» **TASK TO CARRY OUT**
Could you write out the opening lines of the data, word for word, stopping after the line that contains "th_status st;"?

(Stored data entries)
______________________________
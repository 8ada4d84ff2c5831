/* twinhorizon: linear stability of sonic horizon pairs in Bose-Einstein condensates
 * SPDX-License-Identifier: GPL-3.0-or-later
 *
 * Shape step: uniform density and speed; the sound speed jumps
 * sound_upstream -> sound_pocket -> sound_downstream at x = -gap/2 and gap/2. Goes in: values of
 * the keys. Comes out: a flow of uniform pieces. May call: flow, shapes (rules), status.
 * To add a shape see shapes.c. Proved by tests/test_flow.c. */
#include "shapes.h"

#include <math.h>

enum { SPEED, SOUND_UPSTREAM, SOUND_POCKET, SOUND_DOWNSTREAM, GAP, KEYS };

typedef struct {
    double n, v;
    double c[3];
    int first; /* piece 0 is c[first] */
} step;

static void eval(const void *ctx, int piece, double x, th_flow_point *point)
{
    const step *s = ctx;

    (void)x;
    *point = (th_flow_point){.n = s->n, .v = s->v, .c = s->c[piece + s->first]};
}

static th_status build(const th_flow_setup *setup, th_flow **out, th_error *err)
{
    const double *value = setup->value;
    const th_ends *ends = &setup->ends;
    static const bool uniform[3] = {true, true, true};
    bool ring = ends->kind == TH_ENDS_RING;
    double half = value[GAP] / 2, seam = ends->circumference / 2;
    double edge[4] = {-seam, -half, half, seam};
    th_flow_spec spec = {.eval = eval, .uniform = uniform};
    step *s = NULL;
    th_status st;

    st = th_shape_fits_ring(ends, value[SOUND_UPSTREAM], value[SOUND_DOWNSTREAM], value[GAP], err);
    if (st != TH_OK)
        return st;
    s = th_take(setup->workspace, 1, sizeof *s);
    if (s == NULL)
        return th_fail(err, TH_ENOMEM, "shape step: its parameters");
    s->n = setup->density;
    s->v = value[SPEED];
    s->c[0] = value[SOUND_UPSTREAM];
    s->c[1] = value[SOUND_POCKET];
    s->c[2] = value[SOUND_DOWNSTREAM];
    s->first = ring ? 0 : 1; /* other ends: the pocket is the only piece */
    spec.ctx = s;
    spec.pieces = ring ? 3 : 1;
    spec.edge = ring ? edge : edge + 1;
    st = th_shape_flow(setup, &spec, out, err);
    if (st != TH_OK)
        th_give(setup->workspace, s);
    return st;
}

const th_shape th_shape_step = {
    .name = "step",
    .doc = "uniform density and speed, sound speed in two steps at -gap/2 and gap/2",
    .keys = KEYS,
    .key = {[SPEED] = {.key = "speed",
                       .dimension = TH_DIM_SPEED,
                       .below = HUGE_VAL,
                       .fixed_by_ring = true,
                       .doc = "speed of the flow, uniform"},
            [SOUND_UPSTREAM] = {.key = "sound_upstream",
                                .dimension = TH_DIM_SPEED,
                                .below = HUGE_VAL,
                                .doc = "sound speed upstream of the pocket"},
            [SOUND_POCKET] = {.key = "sound_pocket",
                              .dimension = TH_DIM_SPEED,
                              .below = HUGE_VAL,
                              .doc = "sound speed in the pocket"},
            [SOUND_DOWNSTREAM] = {.key = "sound_downstream",
                                  .dimension = TH_DIM_SPEED,
                                  .below = HUGE_VAL,
                                  .doc = "sound speed downstream of the pocket"},
            [GAP] = {.key = "gap",
                     .dimension = TH_DIM_LENGTH,
                     .below = HUGE_VAL,
                     .doc = "length of the pocket"}},
    .build = build,
};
______________________________
» **FINAL ANSWER**
repository 8ada4d84ff2c5831
/* twinhorizon: linear stability of sonic horizon pairs in Bose-Einstein condensates
 * SPDX-License-Identifier: GPL-3.0-or-later
 *
 * Shape step: uniform density and speed; the sound speed jumps
 * sound_upstream -> sound_pocket -> sound_downstream at x = -gap/2 and gap/2. Goes in: values of
 * the keys. Comes out: a flow of uniform pieces. May call: flow, shapes (rules), status.
 * To add a shape see shapes.c. Proved by tests/test_flow.c. */
#include "shapes.h"

#include <math.h>

enum { SPEED, SOUND_UPSTREAM, SOUND_POCKET, SOUND_DOWNSTREAM, GAP, KEYS };

typedef struct {
    double n, v;
    double c[3];
    int first; /* piece 0 is c[first] */
} step;

static void eval(const void *ctx, int piece, double x, th_flow_point *point)
{
    const step *s = ctx;

    (void)x;
    *point = (th_flow_point){.n = s->n, .v = s->v, .c = s->c[piece + s->first]};
}

static th_status build(const th_flow_setup *setup, th_flow **out, th_error *err)
{
    const double *value = setup->value;
    const th_ends *ends = &setup->ends;
    static const bool uniform[3] = {true, true, true};
    bool ring = ends->kind == TH_ENDS_RING;
    double half = value[GAP] / 2, seam = ends->circumference / 2;
    double edge[4] = {-seam, -half, half, seam};
    th_flow_spec spec = {.eval = eval, .uniform = uniform};
    step *s = NULL;
    th_status st;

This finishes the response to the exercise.